## Dataset records
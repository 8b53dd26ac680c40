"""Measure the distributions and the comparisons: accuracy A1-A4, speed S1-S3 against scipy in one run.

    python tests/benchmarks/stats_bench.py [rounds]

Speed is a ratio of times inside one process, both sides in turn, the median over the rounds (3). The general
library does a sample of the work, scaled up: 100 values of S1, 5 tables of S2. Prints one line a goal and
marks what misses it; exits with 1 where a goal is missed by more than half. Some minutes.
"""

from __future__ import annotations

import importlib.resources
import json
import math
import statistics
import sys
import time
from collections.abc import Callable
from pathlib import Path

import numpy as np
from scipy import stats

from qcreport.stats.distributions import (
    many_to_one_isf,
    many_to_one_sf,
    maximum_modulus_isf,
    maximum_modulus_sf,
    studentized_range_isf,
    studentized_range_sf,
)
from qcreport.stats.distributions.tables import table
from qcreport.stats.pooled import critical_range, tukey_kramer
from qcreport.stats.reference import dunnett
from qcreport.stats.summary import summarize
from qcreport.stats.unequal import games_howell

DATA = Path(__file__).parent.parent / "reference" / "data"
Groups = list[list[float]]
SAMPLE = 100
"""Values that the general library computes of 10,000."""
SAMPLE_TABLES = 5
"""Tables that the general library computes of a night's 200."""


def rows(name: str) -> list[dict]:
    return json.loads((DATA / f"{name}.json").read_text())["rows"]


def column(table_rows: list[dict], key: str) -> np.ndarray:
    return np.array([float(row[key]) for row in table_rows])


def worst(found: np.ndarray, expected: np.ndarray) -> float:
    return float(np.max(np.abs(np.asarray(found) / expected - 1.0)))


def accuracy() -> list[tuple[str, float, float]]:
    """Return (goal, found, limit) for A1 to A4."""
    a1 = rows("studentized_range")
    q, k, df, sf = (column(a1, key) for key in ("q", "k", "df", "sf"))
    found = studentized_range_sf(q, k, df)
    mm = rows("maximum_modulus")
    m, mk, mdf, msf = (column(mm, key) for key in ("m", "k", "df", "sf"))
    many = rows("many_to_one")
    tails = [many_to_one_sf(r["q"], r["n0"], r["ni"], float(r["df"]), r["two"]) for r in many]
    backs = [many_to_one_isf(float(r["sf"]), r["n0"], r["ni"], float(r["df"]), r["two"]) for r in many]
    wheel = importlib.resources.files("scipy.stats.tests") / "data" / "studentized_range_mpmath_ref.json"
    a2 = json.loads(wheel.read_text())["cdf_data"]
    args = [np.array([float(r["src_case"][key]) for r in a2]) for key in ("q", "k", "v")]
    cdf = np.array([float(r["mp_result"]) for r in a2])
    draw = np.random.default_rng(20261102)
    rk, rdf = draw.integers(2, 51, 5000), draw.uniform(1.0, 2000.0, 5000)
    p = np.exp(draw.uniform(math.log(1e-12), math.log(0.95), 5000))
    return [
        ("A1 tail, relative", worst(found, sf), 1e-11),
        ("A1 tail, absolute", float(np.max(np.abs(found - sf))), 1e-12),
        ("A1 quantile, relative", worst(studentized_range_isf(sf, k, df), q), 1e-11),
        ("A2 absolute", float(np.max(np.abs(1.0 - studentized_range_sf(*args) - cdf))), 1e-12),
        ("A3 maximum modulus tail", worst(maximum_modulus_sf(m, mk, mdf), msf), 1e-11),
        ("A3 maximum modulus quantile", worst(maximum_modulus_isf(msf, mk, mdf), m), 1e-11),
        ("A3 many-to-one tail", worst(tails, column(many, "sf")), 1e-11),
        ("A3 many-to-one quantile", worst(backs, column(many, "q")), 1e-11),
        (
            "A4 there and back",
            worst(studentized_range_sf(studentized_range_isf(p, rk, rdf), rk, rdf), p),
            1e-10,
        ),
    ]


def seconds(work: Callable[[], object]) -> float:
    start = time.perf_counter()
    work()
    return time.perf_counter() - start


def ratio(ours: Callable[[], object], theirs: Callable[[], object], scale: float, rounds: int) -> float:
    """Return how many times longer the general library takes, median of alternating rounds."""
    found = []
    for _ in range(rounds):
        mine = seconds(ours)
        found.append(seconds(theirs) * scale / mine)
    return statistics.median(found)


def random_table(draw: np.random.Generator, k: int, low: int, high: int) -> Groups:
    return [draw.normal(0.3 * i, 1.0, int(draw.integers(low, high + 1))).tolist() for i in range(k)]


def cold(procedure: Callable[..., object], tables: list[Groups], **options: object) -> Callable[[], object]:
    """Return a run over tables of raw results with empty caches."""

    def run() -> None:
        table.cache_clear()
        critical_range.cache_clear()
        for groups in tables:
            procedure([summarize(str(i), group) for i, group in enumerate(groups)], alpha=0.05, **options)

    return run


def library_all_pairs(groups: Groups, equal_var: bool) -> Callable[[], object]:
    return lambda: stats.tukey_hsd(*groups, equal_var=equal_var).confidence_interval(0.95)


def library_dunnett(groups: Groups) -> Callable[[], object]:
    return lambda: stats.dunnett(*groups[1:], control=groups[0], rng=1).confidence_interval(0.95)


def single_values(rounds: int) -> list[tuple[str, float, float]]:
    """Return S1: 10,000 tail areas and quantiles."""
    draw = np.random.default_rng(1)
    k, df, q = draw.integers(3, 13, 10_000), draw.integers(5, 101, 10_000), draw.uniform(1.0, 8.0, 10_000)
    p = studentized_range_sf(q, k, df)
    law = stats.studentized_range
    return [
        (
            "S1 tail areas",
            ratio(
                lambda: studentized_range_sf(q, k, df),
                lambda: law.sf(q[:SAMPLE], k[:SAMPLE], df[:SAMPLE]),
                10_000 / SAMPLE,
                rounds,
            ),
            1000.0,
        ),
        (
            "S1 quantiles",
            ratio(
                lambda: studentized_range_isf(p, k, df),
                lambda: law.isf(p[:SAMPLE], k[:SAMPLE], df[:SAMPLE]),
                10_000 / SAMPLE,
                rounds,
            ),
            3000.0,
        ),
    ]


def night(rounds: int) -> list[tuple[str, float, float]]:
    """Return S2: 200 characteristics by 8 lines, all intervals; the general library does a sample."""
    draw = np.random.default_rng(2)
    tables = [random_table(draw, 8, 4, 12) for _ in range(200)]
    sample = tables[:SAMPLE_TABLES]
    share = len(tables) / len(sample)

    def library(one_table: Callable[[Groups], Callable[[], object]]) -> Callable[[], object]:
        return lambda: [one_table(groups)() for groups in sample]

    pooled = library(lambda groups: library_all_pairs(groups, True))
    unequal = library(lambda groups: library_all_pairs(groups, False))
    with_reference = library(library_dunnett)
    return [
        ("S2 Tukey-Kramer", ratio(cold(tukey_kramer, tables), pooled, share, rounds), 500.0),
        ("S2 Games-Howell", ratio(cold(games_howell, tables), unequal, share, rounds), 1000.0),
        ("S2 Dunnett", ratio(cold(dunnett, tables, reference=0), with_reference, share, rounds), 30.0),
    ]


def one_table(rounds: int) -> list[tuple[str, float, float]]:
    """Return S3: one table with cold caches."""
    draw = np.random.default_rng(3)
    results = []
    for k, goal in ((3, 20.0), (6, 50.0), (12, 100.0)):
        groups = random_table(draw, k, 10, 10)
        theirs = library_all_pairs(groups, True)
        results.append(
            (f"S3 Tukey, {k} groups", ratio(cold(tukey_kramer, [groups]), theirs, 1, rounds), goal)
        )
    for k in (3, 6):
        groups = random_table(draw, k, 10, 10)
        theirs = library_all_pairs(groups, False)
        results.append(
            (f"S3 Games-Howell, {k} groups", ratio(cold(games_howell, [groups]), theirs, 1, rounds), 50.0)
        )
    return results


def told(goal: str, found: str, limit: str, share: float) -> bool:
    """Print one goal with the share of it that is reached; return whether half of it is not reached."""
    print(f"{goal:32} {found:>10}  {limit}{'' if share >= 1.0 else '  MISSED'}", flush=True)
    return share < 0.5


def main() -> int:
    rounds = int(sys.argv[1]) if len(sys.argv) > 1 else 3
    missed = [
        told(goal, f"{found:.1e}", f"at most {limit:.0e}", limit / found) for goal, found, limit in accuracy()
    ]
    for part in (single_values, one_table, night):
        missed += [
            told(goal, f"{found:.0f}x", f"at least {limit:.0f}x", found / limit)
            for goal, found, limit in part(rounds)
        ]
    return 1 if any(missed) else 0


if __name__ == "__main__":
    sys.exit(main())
...
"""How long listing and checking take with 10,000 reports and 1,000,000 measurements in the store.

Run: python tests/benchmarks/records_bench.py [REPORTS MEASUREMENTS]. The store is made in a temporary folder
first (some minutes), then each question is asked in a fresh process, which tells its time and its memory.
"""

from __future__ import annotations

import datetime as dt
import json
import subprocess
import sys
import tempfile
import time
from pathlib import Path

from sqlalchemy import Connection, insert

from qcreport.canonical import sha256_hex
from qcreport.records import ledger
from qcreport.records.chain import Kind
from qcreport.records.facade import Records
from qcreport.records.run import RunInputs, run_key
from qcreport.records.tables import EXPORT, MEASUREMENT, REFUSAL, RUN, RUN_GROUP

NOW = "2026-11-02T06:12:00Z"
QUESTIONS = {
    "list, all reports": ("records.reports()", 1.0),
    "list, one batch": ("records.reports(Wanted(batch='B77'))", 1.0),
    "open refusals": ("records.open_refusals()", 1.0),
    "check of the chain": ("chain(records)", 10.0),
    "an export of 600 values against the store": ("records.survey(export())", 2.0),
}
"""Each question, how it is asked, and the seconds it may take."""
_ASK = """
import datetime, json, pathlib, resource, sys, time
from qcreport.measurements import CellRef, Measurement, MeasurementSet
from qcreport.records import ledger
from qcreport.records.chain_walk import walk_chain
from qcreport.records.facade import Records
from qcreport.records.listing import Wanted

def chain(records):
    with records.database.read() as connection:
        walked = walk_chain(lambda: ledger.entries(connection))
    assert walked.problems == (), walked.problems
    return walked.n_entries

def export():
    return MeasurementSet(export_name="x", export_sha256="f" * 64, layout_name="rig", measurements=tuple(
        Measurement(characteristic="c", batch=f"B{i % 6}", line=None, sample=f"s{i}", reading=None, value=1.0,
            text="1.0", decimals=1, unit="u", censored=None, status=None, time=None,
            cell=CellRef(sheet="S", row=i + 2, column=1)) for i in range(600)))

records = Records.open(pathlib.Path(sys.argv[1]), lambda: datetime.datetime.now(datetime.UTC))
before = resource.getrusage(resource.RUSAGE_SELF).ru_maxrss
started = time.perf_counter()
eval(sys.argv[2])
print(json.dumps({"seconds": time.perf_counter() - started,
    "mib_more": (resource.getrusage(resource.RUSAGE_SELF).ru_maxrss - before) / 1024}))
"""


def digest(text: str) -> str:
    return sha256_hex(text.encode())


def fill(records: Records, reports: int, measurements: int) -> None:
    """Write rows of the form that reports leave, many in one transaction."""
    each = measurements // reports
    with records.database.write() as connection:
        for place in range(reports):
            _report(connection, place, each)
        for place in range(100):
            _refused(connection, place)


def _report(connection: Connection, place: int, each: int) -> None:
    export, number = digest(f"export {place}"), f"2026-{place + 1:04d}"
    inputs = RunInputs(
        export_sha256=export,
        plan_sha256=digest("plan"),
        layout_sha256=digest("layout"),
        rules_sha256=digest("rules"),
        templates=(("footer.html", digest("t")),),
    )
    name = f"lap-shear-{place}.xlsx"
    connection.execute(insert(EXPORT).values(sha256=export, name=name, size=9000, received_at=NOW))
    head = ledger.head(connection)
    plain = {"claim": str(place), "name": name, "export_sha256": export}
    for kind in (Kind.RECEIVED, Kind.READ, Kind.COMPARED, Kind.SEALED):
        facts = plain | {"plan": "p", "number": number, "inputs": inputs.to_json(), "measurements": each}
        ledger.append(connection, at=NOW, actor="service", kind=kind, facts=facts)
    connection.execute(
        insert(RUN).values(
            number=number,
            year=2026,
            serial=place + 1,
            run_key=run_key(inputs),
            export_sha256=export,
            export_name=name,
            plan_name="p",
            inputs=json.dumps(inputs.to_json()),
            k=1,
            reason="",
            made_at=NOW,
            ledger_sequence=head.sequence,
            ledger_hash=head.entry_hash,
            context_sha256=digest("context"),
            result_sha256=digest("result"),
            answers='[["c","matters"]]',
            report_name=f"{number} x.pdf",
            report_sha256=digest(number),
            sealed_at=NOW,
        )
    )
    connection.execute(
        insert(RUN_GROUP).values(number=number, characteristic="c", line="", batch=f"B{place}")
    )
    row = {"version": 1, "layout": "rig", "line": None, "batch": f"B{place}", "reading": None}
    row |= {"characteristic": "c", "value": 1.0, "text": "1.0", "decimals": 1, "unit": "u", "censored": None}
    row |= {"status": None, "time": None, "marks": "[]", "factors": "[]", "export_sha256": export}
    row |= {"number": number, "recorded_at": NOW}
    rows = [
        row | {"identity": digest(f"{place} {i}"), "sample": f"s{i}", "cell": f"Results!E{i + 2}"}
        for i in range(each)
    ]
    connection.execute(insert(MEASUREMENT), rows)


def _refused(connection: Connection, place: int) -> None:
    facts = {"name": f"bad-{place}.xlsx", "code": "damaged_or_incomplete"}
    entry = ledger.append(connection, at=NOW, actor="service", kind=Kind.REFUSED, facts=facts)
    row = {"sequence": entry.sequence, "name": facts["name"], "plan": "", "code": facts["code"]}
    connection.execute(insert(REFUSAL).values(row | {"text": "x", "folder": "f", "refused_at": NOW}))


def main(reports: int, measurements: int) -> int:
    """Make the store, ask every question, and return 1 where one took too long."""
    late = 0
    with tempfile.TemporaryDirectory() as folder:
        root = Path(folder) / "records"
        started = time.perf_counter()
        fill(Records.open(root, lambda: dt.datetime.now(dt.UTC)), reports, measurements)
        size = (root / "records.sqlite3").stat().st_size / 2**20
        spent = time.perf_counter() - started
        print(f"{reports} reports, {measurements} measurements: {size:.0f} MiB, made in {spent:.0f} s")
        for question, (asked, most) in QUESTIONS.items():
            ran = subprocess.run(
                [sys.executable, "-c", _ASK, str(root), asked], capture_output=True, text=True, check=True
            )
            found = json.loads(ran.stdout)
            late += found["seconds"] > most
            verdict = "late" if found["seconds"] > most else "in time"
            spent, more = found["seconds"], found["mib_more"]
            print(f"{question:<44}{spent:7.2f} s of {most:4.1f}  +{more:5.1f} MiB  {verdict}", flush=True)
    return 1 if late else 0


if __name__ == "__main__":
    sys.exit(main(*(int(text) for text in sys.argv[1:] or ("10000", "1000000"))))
---
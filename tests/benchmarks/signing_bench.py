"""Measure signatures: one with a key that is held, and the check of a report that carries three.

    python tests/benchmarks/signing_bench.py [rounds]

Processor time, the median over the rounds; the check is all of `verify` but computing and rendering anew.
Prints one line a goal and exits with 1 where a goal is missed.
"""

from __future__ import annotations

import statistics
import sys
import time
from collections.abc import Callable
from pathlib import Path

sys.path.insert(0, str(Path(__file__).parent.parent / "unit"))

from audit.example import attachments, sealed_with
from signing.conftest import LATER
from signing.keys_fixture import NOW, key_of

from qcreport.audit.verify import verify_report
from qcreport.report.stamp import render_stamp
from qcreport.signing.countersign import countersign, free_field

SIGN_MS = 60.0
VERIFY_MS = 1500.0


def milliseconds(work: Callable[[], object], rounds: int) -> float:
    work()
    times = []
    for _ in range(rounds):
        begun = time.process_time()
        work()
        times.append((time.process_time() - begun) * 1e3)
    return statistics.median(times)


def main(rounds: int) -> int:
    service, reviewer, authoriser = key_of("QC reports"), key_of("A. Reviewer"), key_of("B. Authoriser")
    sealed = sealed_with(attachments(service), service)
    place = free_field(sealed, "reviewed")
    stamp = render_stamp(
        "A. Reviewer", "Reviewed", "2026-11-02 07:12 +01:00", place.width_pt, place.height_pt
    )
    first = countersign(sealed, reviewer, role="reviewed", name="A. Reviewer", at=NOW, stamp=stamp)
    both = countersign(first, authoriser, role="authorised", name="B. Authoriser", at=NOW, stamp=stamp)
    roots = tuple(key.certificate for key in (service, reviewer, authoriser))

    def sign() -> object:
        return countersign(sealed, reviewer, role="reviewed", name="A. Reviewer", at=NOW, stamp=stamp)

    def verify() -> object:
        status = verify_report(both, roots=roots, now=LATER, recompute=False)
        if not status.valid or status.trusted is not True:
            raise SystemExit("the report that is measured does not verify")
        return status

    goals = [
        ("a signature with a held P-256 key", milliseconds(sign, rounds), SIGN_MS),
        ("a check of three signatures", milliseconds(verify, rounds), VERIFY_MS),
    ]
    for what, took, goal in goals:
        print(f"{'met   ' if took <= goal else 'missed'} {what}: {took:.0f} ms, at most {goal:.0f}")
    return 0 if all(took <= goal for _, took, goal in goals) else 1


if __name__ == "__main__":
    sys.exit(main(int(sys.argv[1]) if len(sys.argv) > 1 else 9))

## Task prompt
Your answer should be a single number: the count of lines above that contain the word "caches".

## Response area
2